[Records from a collection]
********
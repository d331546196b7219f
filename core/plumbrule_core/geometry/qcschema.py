"""QCSchema molecules: JSON with symbols, a geometry in bohr, charge and multiplicity.

Schema: MolSSI QCSchema, `qcschema_molecule` version 2. A whole record that holds a `molecule` is read too.
"""

import json
from typing import Any

from plumbrule_core.documents.species import Atom, Species
from plumbrule_core.errors import Unreadable
from plumbrule_core.geometry.draft import Draft, Faulty, check_size, in_range, isotope_notes, symbol_of
from plumbrule_core.geometry.stated import one_line
from plumbrule_core.units import ANGSTROM_PER_BOHR

SUFFIXES = (".json",)
NAME = "QCSchema"
DECIMALS = 10
"""Coordinates are rounded here after conversion, far below any meaning, so that writing and reading agree."""


def recognises(text: str) -> bool:
    """Whether the text is a JSON object."""
    return text.lstrip().startswith("{")


def read(text: str) -> tuple[Draft, ...]:
    """One species; raises Unreadable with every faulty key."""
    molecule = _molecule(_parsed(text))
    faults = Faulty()
    symbols = _symbols(molecule.get("symbols"), faults)
    numbers = _numbers(molecule.get("geometry"), len(symbols), faults)
    charge = _whole(molecule, "molecular_charge", (-20, 20), faults)
    multiplicity = _whole(molecule, "molecular_multiplicity", (1, 40), faults)
    real = molecule.get("real")
    if isinstance(real, list) and not all(real):
        faults.add("real", "marks ghost atoms, which a species cannot hold; leave them out")
    faults.refuse()
    atoms = tuple(
        Atom(symbol=symbol, x=numbers[3 * at], y=numbers[3 * at + 1], z=numbers[3 * at + 2])
        for at, symbol in enumerate(symbols)
    )
    title = molecule.get("name")
    return (
        Draft(
            atoms=atoms,
            charge=charge,
            multiplicity=multiplicity,
            title=one_line(title) if isinstance(title, str) else "",
            notes=isotope_notes(molecule["symbols"]),
        ),
    )


def write(species: Species) -> str:
    """One molecule, its geometry in bohr."""
    record = {
        "schema_name": "qcschema_molecule",
        "schema_version": 2,
        "name": species.name,
        "symbols": [atom.symbol for atom in species.atoms],
        "geometry": [
            value / ANGSTROM_PER_BOHR for atom in species.atoms for value in (atom.x, atom.y, atom.z)
        ],
        "molecular_charge": species.charge,
        "molecular_multiplicity": species.multiplicity,
        "fix_com": True,
        "fix_orientation": True,
    }
    return json.dumps(record, indent=1, allow_nan=False) + "\n"


def _parsed(text: str) -> object:
    try:
        return json.loads(text)
    except json.JSONDecodeError as error:
        raise Unreadable(f"line {error.lineno}: is not JSON from here on ({error.msg})") from None
    except (ValueError, RecursionError):
        raise Unreadable(
            "is not JSON that can be read: a number is too long, or it is nested too deep"
        ) from None


def _molecule(data: object) -> dict[str, Any]:
    inner = data.get("molecule", data) if isinstance(data, dict) else None
    if not isinstance(inner, dict) or "symbols" not in inner:
        raise Unreadable("is not a QCSchema molecule; an object with symbols and geometry (in bohr) is")
    return inner


def _symbols(labels: object, faults: Faulty) -> list[str]:
    if not isinstance(labels, list) or not labels or not all(isinstance(label, str) for label in labels):
        faults.add("symbols", 'must be a list of element symbols such as ["O", "H", "H"]')
        return []
    check_size(len(labels))
    symbols: list[str] = []
    for number, label in enumerate(labels, start=1):
        try:
            symbols.append(symbol_of(label))
        except ValueError as error:
            faults.add(f"symbols, atom {number}", str(error))
    return symbols


def _numbers(geometry: object, atoms: int, faults: Faulty) -> list[float]:
    if not isinstance(geometry, list):
        faults.add("geometry", "must be a list of coordinates in bohr, three an atom")
        return []
    flat = [value for row in geometry for value in (row if isinstance(row, list) else [row])]
    if len(flat) != 3 * atoms and not faults.said:
        faults.add("geometry", f"has {len(flat)} numbers, but {atoms} atoms need {3 * atoms}")
    found: list[float] = []
    for at, value in enumerate(flat):
        try:
            found.append(_angstrom(value))
        except ValueError as error:
            faults.add(f"geometry, number {at + 1} (atom {at // 3 + 1})", str(error))
    return found


def _angstrom(value: object) -> float:
    if isinstance(value, bool) or not isinstance(value, int | float):
        raise ValueError(f"'{str(value)[:20]}' is not a number; a coordinate in bohr such as 0.221 is")
    if abs(value) > 1e6:
        raise ValueError("lies absurdly far out")
    return in_range(round(value * ANGSTROM_PER_BOHR, DECIMALS))


def _whole(molecule: dict[str, Any], key: str, between: tuple[int, int], faults: Faulty) -> int | None:
    value = molecule.get(key)
    if value is None:
        return None
    low, high = between
    number = isinstance(value, int | float) and not isinstance(value, bool)
    if not number or not low <= value <= high or value != int(value):
        faults.add(key, f"{str(value)[:20]} cannot be; it must be a whole number between {low} and {high}")
        return None
    return int(value)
********
Retype exactly the lines from the first line of the records above through the line containing "for at, symbol in enumerate(symbols)", both included, and nothing else.

> _OUTPUT FOR THIS EXERCISE_:
repository d331546196b7219f
filename core/plumbrule_core/geometry/qcschema.py
"""QCSchema molecules: JSON with symbols, a geometry in bohr, charge and multiplicity.

Schema: MolSSI QCSchema, `qcschema_molecule` version 2. A whole record that holds a `molecule` is read too.
"""

import json
from typing import Any

from plumbrule_core.documents.species import Atom, Species
from plumbrule_core.errors import Unreadable
from plumbrule_core.geometry.draft import Draft, Faulty, check_size, in_range, isotope_notes, symbol_of
from plumbrule_core.geometry.stated import one_line
from plumbrule_core.units import ANGSTROM_PER_BOHR

SUFFIXES = (".json",)
NAME = "QCSchema"
DECIMALS = 10
"""Coordinates are rounded here after conversion, far below any meaning, so that writing and reading agree."""


def recognises(text: str) -> bool:
    """Whether the text is a JSON object."""
    return text.lstrip().startswith("{")


def read(text: str) -> tuple[Draft, ...]:
    """One species; raises Unreadable with every faulty key."""
    molecule = _molecule(_parsed(text))
    faults = Faulty()
    symbols = _symbols(molecule.get("symbols"), faults)
    numbers = _numbers(molecule.get("geometry"), len(symbols), faults)
    charge = _whole(molecule, "molecular_charge", (-20, 20), faults)
    multiplicity = _whole(molecule, "molecular_multiplicity", (1, 40), faults)
    real = molecule.get("real")
    if isinstance(real, list) and not all(real):
        faults.add("real", "marks ghost atoms, which a species cannot hold; leave them out")
    faults.refuse()
    atoms = tuple(
        Atom(symbol=symbol, x=numbers[3 * at], y=numbers[3 * at + 1], z=numbers[3 * at + 2])
        for at, symbol in enumerate(symbols)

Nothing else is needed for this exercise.